I wasn’t sure what to expect when we committed to part of our trip to France being based in Lyon. I love big European cities, so I knew the overall vibe would be great. What I didn’t expect was the how much I would be drawn to the older parts of Lyon.
Vieux Lyon was always right there, just across the Saône, looking down on Presqu’île where our hotel was located. On our first trip over the river to wander around, we didn’t even make it the whole way over the bridge before stopping to photograph the beautiful early spring morning.
One of our main stops on our first day over in Vieux Lyon was the Basilique Notre Dame de Fourvière. It is located right at the top of Fourvière hill overlooking the rest of the city. Although not an old church by European standards, interestingly, it was built completely with private funds in the mid/late 1800s. It is stunning on the inside, especially with the morning light streaming in through the windows.
To get up to the Basilica, we took the funicular to save our legs for the day. It is the oldest continuously operating funicular in the world and drops you right at the doors of the church, and about 100m away from the amazing views over the city.
Pretty good spot for a picture of the two of us to remember the day…
So nice a spot was this, that I returned one evening later on in the trip to look out over the lights of the city, the Cathédrale Saint-Jean-Baptiste de Lyon just below, and the city’s main square, Place Bellecour.
A short stroll from the Basilica is the Théâtre Gallo-Romain. Built in two phases, starting two thousand years ago, this originally accommodated up to 10,000 people for cultural performances. It is still used today for music and theatre productions and would be a stunning venue to take in a show.
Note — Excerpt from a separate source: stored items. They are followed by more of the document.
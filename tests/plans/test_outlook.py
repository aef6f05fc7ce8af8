"""Seasons side by side: against skyfield's transits and a five-minute sampling of one season's sky."""

from __future__ import annotations

import datetime as dt
from typing import Any
from zoneinfo import ZoneInfo

import numpy as np
import polars as pl
import pytest
from skyfield import almanac as skyfield_almanac
from skyfield.api import load

from tests.site.places import HILL, RIDGE, skyfield_place
from wanderers.ephemeris.bodies import Body
from wanderers.ephemeris.dates import parse_date
from wanderers.ephemeris.store import TrackStore
from wanderers.plans.outlook import OUTLOOK_COLUMNS, RANKS, outlook
from wanderers.site.places import Site

SPAN = (parse_date("2027-01-01"), parse_date("2028-01-01"))
PARTS = ("before", "backward", "after")
MINUTES = 5


@pytest.fixture(scope="module")
def table(store: TrackStore) -> pl.DataFrame:
    return outlook(store, HILL, SPAN, 8.0, (Body.MARS, Body.JUPITER))


@pytest.fixture(scope="module")
def mars(table: pl.DataFrame) -> pl.DataFrame:
    return table.filter(pl.col("body") == "mars")


def test_the_table_has_its_columns_and_seasons_in_order(table: pl.DataFrame) -> None:
    assert dict(table.schema) == OUTLOOK_COLUMNS
    assert table["body"].unique(maintain_order=True).to_list() == ["mars", "jupiter"]
    for body, synodic_days in (("mars", 780.0), ("jupiter", 399.0)):  # mean synodic periods, any handbook
        own = table.filter(pl.col("body") == body)
        middles = own["middle_utc"].str.slice(0, 10).str.to_date()
        assert middles.is_sorted()
        steps = middles.diff().drop_nulls().dt.total_days().to_numpy()
        assert np.abs(steps - synodic_days).max() < 45.0


def test_seasons_whose_middle_lies_in_the_span_are_those_asked_for(table: pl.DataFrame) -> None:
    asked = table.filter("asked_for")
    assert asked["middle_utc"].str.slice(0, 4).to_list() == ["2027", "2027"]
    assert table.filter(~pl.col("asked_for"))["middle_utc"].str.starts_with("2027").sum() == 0
    years = table["middle_utc"].str.slice(0, 4).cast(pl.Int64)
    assert years.min() == 2019 or years.min() == 2020
    assert years.max() == 2035 or years.max() == 2036


@pytest.mark.parametrize(("rank", "figure", "most"), RANKS)
def test_rank_one_is_the_best_of_each_planet(table: pl.DataFrame, rank: str, figure: str, most: bool) -> None:
    for _, own in table.group_by("body"):
        known = own.drop_nulls(figure)
        ordered = sorted(known[figure].to_list(), reverse=most)
        assert known[rank].to_list() == [1 + ordered.index(value) for value in known[figure]]
        assert set(own["ranked_among"]) == {own.height}


def test_most_is_best_save_of_magnitudes() -> None:
    assert {name for name, _, most in RANKS if not most} == {"magnitude_rank"}


def test_years_with_more_dark_hours_are_named_best_first(mars: pl.DataFrame) -> None:
    hours = dict(zip(mars["middle_utc"].str.slice(0, 4), mars["dark_hours"], strict=True))
    for row in mars.drop_nulls("dark_hours").iter_rows(named=True):
        better = sorted(
            (year for year, value in hours.items() if value and value > row["dark_hours"]),
            key=lambda y: -hours[y],
        )
        assert row["years_with_more_dark_hours"] == ", ".join(better)
        assert len(better) == row["dark_hours_rank"] - 1


def test_the_parts_of_the_dark_hours_add_up(table: pl.DataFrame) -> None:
    total = pl.sum_horizontal(f"dark_hours_{part}" for part in PARTS)
    whole = table.drop_nulls("dark_hours")
    assert whole.height == table.height
    np.testing.assert_allclose(whole.select(total).to_series(), whole["dark_hours"], atol=1e-9)


@pytest.mark.parametrize("site", [HILL, RIDGE], ids=lambda site: site.name)
def test_altitudes_are_those_of_skyfields_meridian_transit(
    store: TrackStore, opened: Any, site: Site
) -> None:
    table = outlook(store, site, SPAN, 4.0, (Body.MARS, Body.JUPITER))
    assert table.height > 8
    scale, place = load.timescale(builtin=True), skyfield_place(site)
    for row in table.iter_rows(named=True):
        middle = scale.from_datetime(dt.datetime.fromisoformat(row["middle_utc"]))
        target = opened[f"{row['body']} barycenter"]
        moments = skyfield_almanac.find_transits(
            opened["earth"] + place, target, scale.tt_jd(middle.tt - 0.5), scale.tt_jd(middle.tt + 0.51)
        )
        seen = (opened["earth"] + place).at(moments).observe(target).apparent()
        altitude = seen.altaz("standard")[0].degrees.max()
        # Half a day moves the declination of Mars by up to 0.15 degrees; parallax is below 0.01.
        assert row["culmination_altitude_deg"] == pytest.approx(altitude, abs=0.15)


def test_dark_hours_are_those_of_a_sampling_of_the_sky(store: TrackStore, opened: Any) -> None:
    (row,) = outlook(store, HILL, SPAN, 0.1, (Body.MARS,)).to_dicts()
    # Evenings from that of the first station's date to the one before the second's, from noon to noon.
    dates = (dt.date.fromisoformat(row[f"station_{name}_utc"][:10]) for name in ("retrograde", "direct"))
    start, end = (dt.datetime.combine(date, dt.time(12), tzinfo=ZoneInfo(HILL.zone)) for date in dates)
    scale = load.timescale(builtin=True)
    observer = opened["earth"] + skyfield_place(HILL)
    first, last = (scale.from_datetime(moment).tt for moment in (start, end))
    time = scale.tt_jd(np.arange(first, last, MINUTES / 1_440.0))
    dark = observer.at(time).observe(opened["sun"]).apparent().altaz()[0].degrees <= -12.0
    seen = observer.at(time[dark]).observe(opened["mars barycenter"]).apparent()
    hours = (seen.altaz("standard")[0].degrees >= 30.0).sum() * MINUTES / 60.0
    assert hours > 400.0
    # Each of a night's two ends is off by up to half a step, now one way, now the other.
    assert row["dark_hours_backward"] == pytest.approx(hours, rel=0.003)


def test_the_box_is_as_wide_as_the_path_moves_back(table: pl.DataFrame) -> None:
    # The threefold path lies between the longitudes of its stations: by definition.
    assert (table["path_width_deg"] >= table["path_height_deg"]).all()
    ratio = (table["path_width_deg"] / table["arc_deg"]).to_numpy()
    assert 0.95 < ratio.min() and ratio.max() < 1.35


@pytest.mark.parametrize("end", ["first", "last"])
def test_seasons_cut_by_the_kernels_end_have_gaps_not_guesses(store: TrackStore, end: str) -> None:
    low, high = store.span_jd
    span = (low, low + 300.0) if end == "first" else (high - 300.0, high)
    table = outlook(store, HILL, span, 3.0, (Body.JUPITER, Body.SATURN, Body.NEPTUNE))
    cut = table.filter(pl.col("dark_hours").is_null())
    assert 0 < cut.height < table.height
    parts = [f"dark_hours_{part}" for part in PARTS]
    assert cut.select(pl.any_horizontal(pl.col(name).is_null() for name in parts)).to_series().all()
    assert cut["dark_hours_rank"].null_count() == cut.height
    assert cut["path_width_deg"].null_count() == cut.height
    assert (cut["years_with_more_dark_hours"] == "").all()
    whole = table.drop_nulls("dark_hours")
    assert whole.select(parts).null_count().sum_horizontal().item() == 0
    for _, own in whole.group_by("body"):
        falling = sorted(own["dark_hours"], reverse=True)
        assert own["dark_hours_rank"].to_list() == [1 + falling.index(hours) for hours in own["dark_hours"]]


def test_no_season_near_gives_an_empty_table(store: TrackStore) -> None:
    empty = outlook(store, HILL, (SPAN[0] + 200.0, SPAN[0] + 210.0), 0.01, (Body.MARS,))
    assert empty.is_empty()
    assert dict(empty.schema) == OUTLOOK_COLUMNS
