"""The report folder: everything is built in a hidden folder beside it and renamed into place at the end."""

from __future__ import annotations

import json
import os
import secrets
import shutil
from collections.abc import Iterator
from contextlib import contextmanager
from dataclasses import dataclass
from pathlib import Path
from typing import Any, Final

import polars as pl

from wanderers import __version__
from wanderers.ephemeris.bodies import BODIES, Body
from wanderers.errors import OutputError
from wanderers.events.kinds import Kind
from wanderers.files import reported_as_output_error, require_writable
from wanderers.report import calendars
from wanderers.report.contents import Contents, Progress
from wanderers.report.dossier.pages import dossier_jobs, write_dossiers
from wanderers.report.page import page_of
from wanderers.report.page_data import packed, table_data
from wanderers.report.pictures import draw
from wanderers.report.render import rendered
from wanderers.site.zones import zone_named

PAGE: Final = "index.html"
MANIFEST: Final = "report.json"
"""Lists the files of a report; by it a folder is known as one."""
MADE_BY: Final = "wanderers report"


@dataclass(frozen=True, slots=True)
class Mark:
    """By what a folder is known as this program's: its list of files, and who made it."""

    manifest: str
    made_by: str


REPORT: Final = Mark(MANIFEST, MADE_BY)
CALENDAR: Final = "events.ics"
LITTER: Final = frozenset({".DS_Store", "Thumbs.db", "desktop.ini"})
"""Files that desktops leave in any folder they show."""
KEPT_OF_NAME: Final = 40
CALENDAR_AT_MOST: Final = 20_000
"""Entries of the report's calendar: far more than any calendar program takes at once."""
ENTRY: Final = Kind.CONSTELLATION_ENTRY.value


def require_replaceable(folder: Path, mark: Mark = REPORT) -> None:
    """Make sure, before long work starts, that a folder of that mark can be put there.

    Raises:
        OutputError: the place cannot be written, or holds anything that no earlier folder of the mark held.
    """
    require_writable(folder, folder=True)
    require_writable(folder.parent, folder=True)
    with reported_as_output_error(folder):
        if folder.is_dir():
            _require_own(folder, mark)


def _require_own(folder: Path, mark: Mark) -> None:
    """Refuse to replace a folder that holds what this program did not put there."""
    present = {path.relative_to(folder).as_posix() for path in folder.rglob("*") if not path.is_dir()}
    foreign = sorted(name for name in present - _listed(folder, mark) if Path(name).name not in LITTER)
    if foreign:
        some = ", ".join(foreign[:3]) + (f" and {len(foreign) - 3} more" if len(foreign) > 3 else "")
        raise OutputError(
            f"{folder} holds files that are not of a {mark.made_by.split()[-1]} ({some}): move them away, or "
            "choose another --out"
        )


def _listed(folder: Path, mark: Mark) -> set[str]:
    """Return the files that a folder's own list names; none where there is no such list."""
    manifest = manifest_of(folder, mark)
    return {*map(str, manifest.get("files", ())), mark.manifest} if manifest else set()


def manifest_of(folder: Path, mark: Mark = REPORT) -> dict[str, Any]:
    """Return a folder's own list of files with what stands beside it; empty where there is none."""
    try:
        manifest = json.loads((folder / mark.manifest).read_text(encoding="utf-8"))
    except (OSError, ValueError):
        return {}
    return manifest if isinstance(manifest, dict) and manifest.get("made_by") == mark.made_by else {}


def write_report(
    contents: Contents,
    folder: Path,
    progress: Progress = lambda words: None,
) -> None:
    """Write the report folder of a span; an older report there is replaced as a whole.

    Args:
        contents: its tables.
        folder: where it shall stand; folders above it are made.
        progress: told what is being done.

    Raises:
        OutputError: it cannot be written, or is in the way; nothing half-written stays.
    """
    require_replaceable(folder)
    final = Path(os.path.realpath(folder))
    with reported_as_output_error(folder), built_beside(final) as building:
        tables = _write_tables(contents, building)
        calendar, holds = _write_calendar(contents, building)
        progress("drawing")
        pictures = draw(contents, building / "pictures", progress, dossier_jobs(contents))
        progress("composing the pages")
        site = contents.request.site
        behind = write_dossiers(contents, pictures, building, zone_named(site.zone) if site else None)
        files = (*tables, *behind, (CALENDAR, holds))
        page = page_of(contents, pictures, final.name, files)
        html = rendered(page, table_data(contents.events), packed(calendar))
        (building / PAGE).write_text(html, encoding="utf-8")
        _write_manifest(contents, building)


@contextmanager
def built_beside(final: Path, mark: Mark = REPORT) -> Iterator[Path]:
    """Give a fresh hidden folder that takes the final name when all went well, and vanishes otherwise."""
    final.parent.mkdir(parents=True, exist_ok=True)
    building = _hidden(final)
    building.mkdir()
    try:
        yield building
        _put_in_place(building, final, mark)
    finally:
        shutil.rmtree(building, ignore_errors=True)


def _put_in_place(building: Path, final: Path, mark: Mark) -> None:
    """Rename a finished folder; what stood there goes only after that, or comes back."""
    if not final.exists():
        building.rename(final)
        return
    _require_own(final, mark)  # something may have been put there meanwhile
    older = _hidden(final)
    final.rename(older)
    try:
        building.rename(final)
    except BaseException:
        older.rename(final)
        raise
    shutil.rmtree(older, ignore_errors=True)


def _hidden(final: Path) -> Path:
    return final.parent / f".{final.name[:KEPT_OF_NAME]}.{secrets.token_hex(8)}.tmp"


@dataclass(frozen=True, slots=True)
class TableFile:
    """A table to be written: stem of its file, what it holds, its rows."""

    stem: str
    holds: str
    table: pl.DataFrame


def _write_tables(contents: Contents, folder: Path) -> tuple[tuple[str, str], ...]:
    """Write every table as CSV and Parquet; return the files' names and what they hold."""
    lead = contents.request.frames[0].value
    tables = (
        TableFile("events", "every event of the span, in full precision", contents.events),
        TableFile("seasons", "the retrograde seasons that reach into the span", contents.seasons),
        TableFile("side_by_side", "stations and meetings by each definition", contents.definitions),
        *(
            TableFile(f"track_{body.value}", f"{body.label} at regular steps, frame {lead}", track)
            for body, track in contents.tracks.items()
        ),
    )
    for one in tables:
        one.table.write_csv(folder / f"{one.stem}.csv")
        one.table.write_parquet(folder / f"{one.stem}.parquet")
    return tuple((f"{one.stem}.{kind}", one.holds) for one in tables for kind in ("csv", "parquet"))


def _write_calendar(contents: Contents, folder: Path) -> tuple[bytes, str]:
    """Write the calendar; return it, and what it holds in words."""
    events, holds = calendar_events(contents.events)
    first, last = contents.request.ends
    name = f"Wandering planets {first} to {last}"
    style = calendars.Style(name, contents.kernel, site=contents.request.site)
    content = calendars.issue(events, style).content
    (folder / CALENDAR).write_bytes(content)
    return content, holds


def calendar_events(events: pl.DataFrame) -> tuple[pl.DataFrame, str]:
    """Return the events that a calendar can and should hold, and which those are in words.

    Years outside 1 to 9999 cannot stand in one; where more than CALENDAR_AT_MOST are left, meetings with
    stars and changes of constellation go first, then meetings with the Moon, then what lies latest.
    """
    possible = events.filter(pl.col("utc").str.contains(r"^\d{4}-") & ~pl.col("utc").str.starts_with("0000"))
    holds = "the events as a calendar, iCalendar (RFC 5545)"
    bodies = [body.value for body in BODIES]
    starless = pl.col("other").is_null() | pl.col("other").is_in(bodies)
    rules = (
        ("meetings with stars and changes of constellation", starless & (pl.col("kind") != ENTRY)),
        ("meetings with the Moon", pl.col("other").is_null() | (pl.col("body") != Body.MOON.value)),
    )
    left_out = []
    for words, rule in rules:
        if possible.height > CALENDAR_AT_MOST:
            possible = possible.filter(rule)
            left_out.append(words)
    if possible.height > CALENDAR_AT_MOST:
        possible = possible.head(CALENDAR_AT_MOST)
        left_out.append(f"what comes after the first {CALENDAR_AT_MOST}")
    return possible, "; left out, to keep it fit for use: ".join(filter(None, (holds, ", ".join(left_out))))


def _write_manifest(contents: Contents, folder: Path) -> None:
    """Write the list of files, with what they were made from."""
    request, kernel = contents.request, contents.kernel
    first, last = request.ends
    files = sorted(path.relative_to(folder).as_posix() for path in folder.rglob("*") if path.is_file())
    manifest: dict[str, Any] = {
        "made_by": MADE_BY,
        "version": __version__,
        "from": first,
        "to": last,
        "scale": request.scale,
        "bodies": request.bodies,
        "kinds": request.kinds,
        "frames": request.frames,
        "site": request.site.name if request.site else None,
        "kernel": kernel.name,
        "kernel_sha256": kernel.sha256,
        "files": files,
    }
    (folder / MANIFEST).write_text(json.dumps(manifest, indent=1) + "\n", encoding="utf-8")
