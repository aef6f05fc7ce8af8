"""What exactly happens at the instant of an event, and what is easily mistaken for it."""

from __future__ import annotations

from collections.abc import Callable
from typing import Final

from wanderers.ephemeris.constellations import full_name
from wanderers.events.kinds import Kind
from wanderers.report.words import FRAME_LABELS, Event, body_name, gathered_names, pair_names

QUANTITIES: Final = {
    "ecliptic": "ecliptic longitude (true ecliptic and equinox of date)",
    "equator": "right ascension (true equator and equinox of date)",
    "j2000": "ecliptic longitude against the stars (fixed ecliptic of J2000)",
}


def definition(event: Event) -> str:
    """Return what exactly happens at the instant, and what is easily mistaken for it."""
    text = _DEFINITIONS[Kind(event["kind"])](event)
    return f"{text[:1].upper()}{text[1:]}"


def _the(event: Event) -> str:
    """Return the body's name as a sentence needs it."""
    return f"the {body_name(event)}" if event["body"] in ("sun", "moon") else body_name(event)


def _filled(text: str) -> Callable[[Event], str]:
    """Return a writer whose text needs only the body's name."""
    return lambda event: text.format(body=_the(event), detail=event["detail"])


def _station_defined(event: Event) -> str:
    way = "westward" if event["detail"] == "retrograde" else "eastward"
    return (
        f"The {QUANTITIES[event['frame']]} of {_the(event)} stops changing; from here on the planet "
        f"moves {way}. Counted in another frame, the station falls hours or days away."
    )


def _conjunction_defined(event: Event) -> str:
    return (
        f"{pair_names(event)} have equal {QUANTITIES[event['frame']]}. This is a conjunction "
        f"{FRAME_LABELS[event['frame']]}: counted in another frame it falls at another time, and so does the "
        "least separation."
    )


def _appulse_defined(event: Event) -> str:
    alone = " No conjunction belongs to this approach." if event["detail"] == "quasi" else ""
    return f"Least true separation of {pair_names(event)} during this approach (appulse).{alone}"


def _greatest_elongation_defined(event: Event) -> str:
    sky = "evening" if event["detail"] == "east" else "morning"
    return (
        f"Largest true angle between {_the(event)} and the Sun, in the {sky} sky. The best {sky} to see "
        "it depends on the season and the latitude."
    )


def _distance_extremum_defined(event: Event) -> str:
    least = "Least" if event["kind"] == Kind.PERIGEE else "Largest"
    kind = event["kind"]
    return f"{least} geometric distance between the centres of {_the(event)} and the Earth ({kind})."


def _constellation_entry_defined(event: Event) -> str:
    left = f"from {full_name(event['detail'])} " if event["detail"] else ""
    entered = full_name(event["constellation"])
    return (
        f"{_the(event)} crosses {left}into {entered}, by the boundaries of the IAU. "
        "Constellations are not the signs of the zodiac."
    )


def _ring_plane_defined(event: Event) -> str:
    seen = "seen edge-on" if event["detail"] == "earth" else "lit edge-on"
    crossed = event["detail"].capitalize()
    return f"The plane of {body_name(event)}'s rings passes through the {crossed}: they are {seen}."


def _season_defined(event: Event) -> str:
    degrees = {"equinox_march": 0, "solstice_june": 90, "equinox_september": 180, "solstice_december": 270}
    return f"The Sun's apparent ecliptic longitude of date is {degrees[event['detail']]} degrees."


def _phase_defined(event: Event) -> str:
    degrees = {"new": 0, "first_quarter": 90, "full": 180, "last_quarter": 270}[event["detail"]]
    return f"The Moon is {degrees} degrees ahead of the Sun in apparent ecliptic longitude of date."


_DEFINITIONS: Final[dict[Kind, Callable[[Event], str]]] = {
    Kind.STATION: _station_defined,
    Kind.OPPOSITION: _filled(
        "Apparent ecliptic longitudes of {body} and the Sun differ by 180 degrees. This is neither the day "
        "of least distance nor exactly that of greatest brightness."
    ),
    Kind.SOLAR_CONJUNCTION: _filled("{body} and the Sun have equal apparent ecliptic longitude of date."),
    Kind.QUADRATURE: _filled("{body} is 90 degrees {detail} of the Sun in ecliptic longitude of date."),
    Kind.GREATEST_ELONGATION: _greatest_elongation_defined,
    Kind.PERIGEE: _distance_extremum_defined,
    Kind.APOGEE: _distance_extremum_defined,
    Kind.PERIHELION: _filled("Least distance of {body} from the Sun on this orbit."),
    Kind.APHELION: _filled("Largest distance of {body} from the Sun on this orbit."),
    Kind.GREATEST_BRILLIANCY: _filled(
        "Brightest between greatest elongation and inferior conjunction, by a model of its phases. The "
        "brightness stays within a few hundredths of a magnitude for two weeks."
    ),
    Kind.CONJUNCTION: _conjunction_defined,
    Kind.APPULSE: _appulse_defined,
    Kind.OCCULTATION: _filled(
        "Least separation while the two discs overlap as seen from the Earth's centre. From a place on the "
        "Earth it may be seen at another time, or not at all."
    ),
    Kind.TRANSIT: _filled(
        "Least separation of {body} from the middle of the Sun's disc, as seen from the Earth's centre. From "
        "a place on the Earth the contacts differ by minutes."
    ),
    Kind.GATHERING: lambda e: f"Moment when the circle that holds {gathered_names(e)} is smallest.",
    Kind.CONSTELLATION_ENTRY: _constellation_entry_defined,
    Kind.NODE: _filled("Apparent ecliptic latitude of date of {body} is zero ({detail} node)."),
    Kind.SEASON_POINT: _season_defined,
    Kind.RING_PLANE_CROSSING: _ring_plane_defined,
    Kind.MOON_PHASE: _phase_defined,
}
Here’s the view from the stage looking up into the steeply pitched amphitheatre…
With the temperatures pushing nicely above 20C, the mid-day sun was beating down on us, so after a break for a spot of lunch, we went in search of some traboules. In Vieux Lyon, there are a number of these hidden passageways between buildings, sometimes spanning the equivalent of many city blocks. These were constructed to allow merchants easier access to the river as there are a limited number of streets running perpendicular to the Saône. Today, they are passageways between private buildings, apartments and inner courtyards giving (mostly tourists) a view back to the city’s history.
It was a treat visiting Lyon outside of the main tourist season. Although there were a few visitors like us, the old part of Lyon was pretty quiet. We got the best of perfect early summer-like weather while feeling like we had this whole area to ourselves.
The pictures tell the story better than can I. Vieux Lyon is charming. It is gorgeous. I’m glad we visited the city and spent a lot of our time over on this side of the river.